Instructions to follow
A stretch of the entries below is to be set down exactly, running from the line with "title: 'Wheel cylinder" through the line with "it('when the count is odd, then", both included, and no other line.

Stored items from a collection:
---*---

import { describe, expect, it } from 'vitest';
import {
  assessPrice,
  computeFlags,
  hammingDistance64,
  hasBlockingFlag,
  isPriceOutlier,
  median,
  medianAbsoluteDeviation,
  toHash64,
  type ListingFlagsInput,
} from './listing-flags';

// A hash with a realistic mix of set bits (32 of 64).
const PHOTO_A = 'a5c3f00f5a3c0ff0';

function input(overrides: Partial<ListingFlagsInput> = {}, listing: Partial<ListingFlagsInput['listing']> = {}): ListingFlagsInput {
  return {
    listing: {
      condition: 'reproduction',
      priceCents: 2500,
      title: 'Wheel cylinder boot (fictional demo part DY-0001)',
      description: 'Demo listing.',
      ...listing,
    },
    isHydraulicRubber: false,
    restrictedCategory: false,
    comparablePricesCents: [],
    photoHashes: [],
    otherSellersPhotoHashes: [],
    sellerApprovedListingCount: 10,
    ...overrides,
  };
}

const codes = (i: ListingFlagsInput) => computeFlags(i).map((f) => f.code);

describe('median and medianAbsoluteDeviation', () => {
  it('when the count is odd, then the median is the middle value', () => {
    expect(median([5, 1, 3])).toBe(3);
  });

  it('when the count is even, then the median is the mean of the two middle values', () => {
    expect(median([4, 1, 3, 2])).toBe(2.5);
  });

  it('when the list is empty, then a clear error is thrown', () => {
    expect(() => median([])).toThrow(/empty/);
    expect(() => medianAbsoluteDeviation([])).toThrow(/empty/);
  });

  it('when a value is not finite, then a clear error is thrown', () => {
    expect(() => median([1, Number.NaN])).toThrow(/finite/);
  });

  it('when all values are equal, then the MAD is 0', () => {
    expect(medianAbsoluteDeviation([700, 700, 700])).toBe(0);
  });

  it('when more than half the values are equal, then the MAD is 0 even with an extreme value', () => {
    expect(medianAbsoluteDeviation([1200, 1200, 1200, 1200, 99_000])).toBe(0);
  });

  it('when there is a single value, then the MAD is 0', () => {
    expect(medianAbsoluteDeviation([42])).toBe(0);
  });

  it('when given the worked example, then the MAD is 2500', () => {
    expect(median([2000, 4000, 5000, 6000, 9000, 10000])).toBe(5500);
    expect(medianAbsoluteDeviation([2000, 4000, 5000, 6000, 9000, 10000])).toBe(2500);
  });
});

describe('isPriceOutlier', () => {
  const comparables = [2000, 4000, 5000, 6000, 9000, 10000];

  it('when a price deviates more than 3 MAD (7500) from the median 5500, then it is an outlier', () => {
    expect(isPriceOutlier(13_500, comparables)).toBe(true);
    expect(assessPrice(13_500, comparables)).toMatchObject({
      judged: true,
      medianCents: 5500,
      madCents: 2500,
      thresholdCents: 7500,
      deviationCents: 8000,
      direction: 'high',
    });
  });

  it('when a price deviates less than 3 MAD, then it is not an outlier', () => {
    expect(isPriceOutlier(12_500, comparables)).toBe(false);
  });

  it('when a price deviates exactly 3 MAD, then it is not an outlier (strictly greater)', () => {
    expect(isPriceOutlier(13_000, comparables)).toBe(false);
  });

  it('when fewer than 5 comparable prices exist, then no judgement is made', () => {
    expect(isPriceOutlier(1_000_000, [1000, 1000, 1000, 1000])).toBe(false);
    expect(assessPrice(1_000_000, [1000, 1000, 1000, 1000]).judged).toBe(false);
  });

  it('when MAD is 0, then only prices more than 50 % away from the median are outliers', () => {
    const same = [1200, 1200, 1200, 1200, 1500];
    expect(isPriceOutlier(1700, same)).toBe(false);
    expect(isPriceOutlier(1900, same)).toBe(true);
    expect(isPriceOutlier(500, same)).toBe(true);
    expect(isPriceOutlier(1200, same)).toBe(false);
  });

  it('when MAD is tiny, then a price a few cents off the median is not an outlier', () => {
    expect(isPriceOutlier(1010, [999, 1000, 1000, 1001, 1002])).toBe(false);
  });

  it('when the median is 0 (free items), then any positive price is an outlier', () => {
    expect(isPriceOutlier(1, [0, 0, 0, 0, 0])).toBe(true);
  });

  it('when a price is far below the usual, then it is an outlier in the low direction', () => {
    expect(assessPrice(100, [10_000, 11_000, 12_000, 13_000, 14_000])).toMatchObject({ outlier: true, direction: 'low' });
  });
});

describe('hammingDistance64', () => {
  it('when the hashes are equal, then the distance is 0', () => {
    expect(hammingDistance64(PHOTO_A, PHOTO_A)).toBe(0);
  });

  it('when hashes are given as bigint and hex, then both are accepted alike', () => {
    expect(hammingDistance64(0n, 'ffffffffffffffff')).toBe(64);
    expect(hammingDistance64(0b1011n, '0000000000000000')).toBe(3);
    expect(toHash64('00000000000000FF')).toBe(255n);
  });

  it('when a hash is malformed, then a clear error is thrown', () => {
    expect(() => hammingDistance64('abc', PHOTO_A)).toThrow(/16 hex characters/);
    expect(() => hammingDistance64(-1n, 0n)).toThrow(/64-bit/);
    expect(() => hammingDistance64(1n << 64n, 0n)).toThrow(/64-bit/);
  });
});

describe('computeFlags: hydraulic brake rubber', () => {
  for (const condition of ['nos', 'nors', 'used_original', 'core'] as const) {
    it(`when ${condition} hydraulic rubber is offered as serviceable, then it is blocked`, () => {
      const flags = computeFlags(input({ isHydraulicRubber: true }, { condition, rubberUse: 'serviceable' }));
      expect(flags[0]).toMatchObject({ code: 'rubber_brake_serviceable', severity: 'block' });
      expect(hasBlockingFlag(flags)).toBe(true);
    });
  }

  it('when original hydraulic rubber does not say how it may be used, then it is blocked too', () => {
    expect(codes(input({ isHydraulicRubber: true }, { condition: 'nos' }))).toContain('rubber_brake_serviceable');
  });

  it('when original hydraulic rubber is display only, then it is not flagged', () => {
    expect(codes(input({ isHydraulicRubber: true }, { condition: 'used_original', rubberUse: 'display_only' }))).toEqual([]);
  });

  it('when a reproduction hydraulic rubber part is serviceable, then it is not flagged', () => {
    expect(codes(input({ isHydraulicRubber: true }, { condition: 'reproduction', rubberUse: 'serviceable' }))).toEqual([]);
  });

  it('when a rebuilt hydraulic unit is serviceable, then the admin is asked to confirm the rubber was renewed', () => {
    const flags = computeFlags(input({ isHydraulicRubber: true }, { condition: 'rebuilt', rubberUse: 'serviceable' }));
    expect(flags).toMatchObject([{ code: 'rubber_rebuilt_confirm', severity: 'review' }]);
    expect(hasBlockingFlag(flags)).toBe(false);
  });

  it('when the part is not hydraulic rubber, then old stock offered for use is not flagged', () => {
    expect(codes(input({ isHydraulicRubber: false }, { condition: 'nos', rubberUse: 'serviceable' }))).toEqual([]);
  });
});

describe('computeFlags: other flags', () => {
  it('when the category is restricted, then it needs review', () => {
    const flags = computeFlags(input({ restrictedCategory: true }, { partCategory: 'weapon_mount' }));
    expect(flags).toMatchObject([{ code: 'restricted_category', severity: 'review', details: { partCategory: 'weapon_mount' } }]);
  });

  it('when the price is an outlier, then it needs review with the numbers in the details', () => {
    const flags = computeFlags(input({ comparablePricesCents: [2000, 4000, 5000, 6000, 9000, 10000] }, { priceCents: 13_500 }));
    expect(flags).toMatchObject([{ code: 'price_outlier', severity: 'review', details: { medianCents: 5500, madCents: 2500 } }]);
  });

  it('when a photo is within 6 bits of another seller photo, then it needs review', () => {
    const near = (toHash64(PHOTO_A) ^ 0b111111n).toString(16).padStart(16, '0'); // 6 bits off
    const flags = computeFlags(
      input({
        photoHashes: [PHOTO_A],
        otherSellersPhotoHashes: [{ listingId: 'L-2', sellerId: 'S-2', hash: near }],
      }),
    );
    expect(flags).toMatchObject([
      { code: 'photo_reused', severity: 'review', details: { matches: [{ photoIndex: 0, listingId: 'L-2', sellerId: 'S-2', distance: 6 }] } },
    ]);
  });

  it('when the nearest other photo is 7 bits away, then nothing is flagged', () => {
    const far = toHash64(PHOTO_A) ^ 0b1111111n;
    expect(codes(input({ photoHashes: [PHOTO_A], otherSellersPhotoHashes: [{ listingId: 'L-2', sellerId: 'S-2', hash: far }] }))).toEqual([]);
  });

  it("when the match is one of the seller's own listings, then it is ignored", () => {
    expect(
      codes(
        input({
          sellerId: 'S-1',
          photoHashes: [PHOTO_A],
          otherSellersPhotoHashes: [{ listingId: 'L-9', sellerId: 'S-1', hash: PHOTO_A }],
        }),
      ),
    ).toEqual([]);
  });

  it('when both photos are featureless (blank), then they are not called a match', () => {
    expect(
      codes(input({ photoHashes: ['0000000000000000'], otherSellersPhotoHashes: [{ listingId: 'L-2', sellerId: 'S-2', hash: 0n }] })),
    ).toEqual([]);
  });

  it('when the seller has fewer than 3 approved listings, then the listing needs review as a new seller', () => {
    expect(codes(input({ sellerApprovedListingCount: 0 }))).toEqual(['new_seller']);
    expect(codes(input({ sellerApprovedListingCount: 2 }))).toEqual(['new_seller']);
    expect(codes(input({ sellerApprovedListingCount: 3 }))).toEqual([]);
  });

  it('when several flags apply, then blocks come first', () => {
    const flags = computeFlags(
      input({ isHydraulicRubber: true, restrictedCategory: true, sellerApprovedListingCount: 0 }, { condition: 'nos', rubberUse: 'serviceable' }),
    );
    expect(flags.map((f) => f.code)).toEqual(['rubber_brake_serviceable', 'restricted_category', 'new_seller']);
  });
});

describe('computeFlags: bad input', () => {
  it('when the price is not integer cents, then a clear error is thrown', () => {
    expect(() => computeFlags(input({}, { priceCents: 12.5 }))).toThrow(/priceCents/);
    expect(() => computeFlags(input({}, { priceCents: -1 }))).toThrow(/priceCents/);
  });

  it('when the condition is unknown, then a clear error is thrown', () => {
    expect(() => computeFlags(input({}, { condition: 'mint' as never }))).toThrow(/condition/);
  });

  it('when a comparable price is negative, then a clear error is thrown', () => {
    expect(() => computeFlags(input({ comparablePricesCents: [1, 2, 3, 4, -5] }))).toThrow(/comparable/);
  });

  it('when a photo hash is malformed, then a clear error is thrown', () => {
    expect(() => computeFlags(input({ photoHashes: ['zz'] }))).toThrow(/hex/);
  });
});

---*---

Finished exercise
      title: 'Wheel cylinder boot (fictional demo part DY-0001)',
      description: 'Demo listing.',
      ...listing,
    },
    isHydraulicRubber: false,
    restrictedCategory: false,
    comparablePricesCents: [],
    photoHashes: [],
    otherSellersPhotoHashes: [],
    sellerApprovedListingCount: 10,
    ...overrides,
  };
}

const codes = (i: ListingFlagsInput) => computeFlags(i).map((f) => f.code);

describe('median and medianAbsoluteDeviation', () => {
  it('when the count is odd, then the median is the middle value', () => {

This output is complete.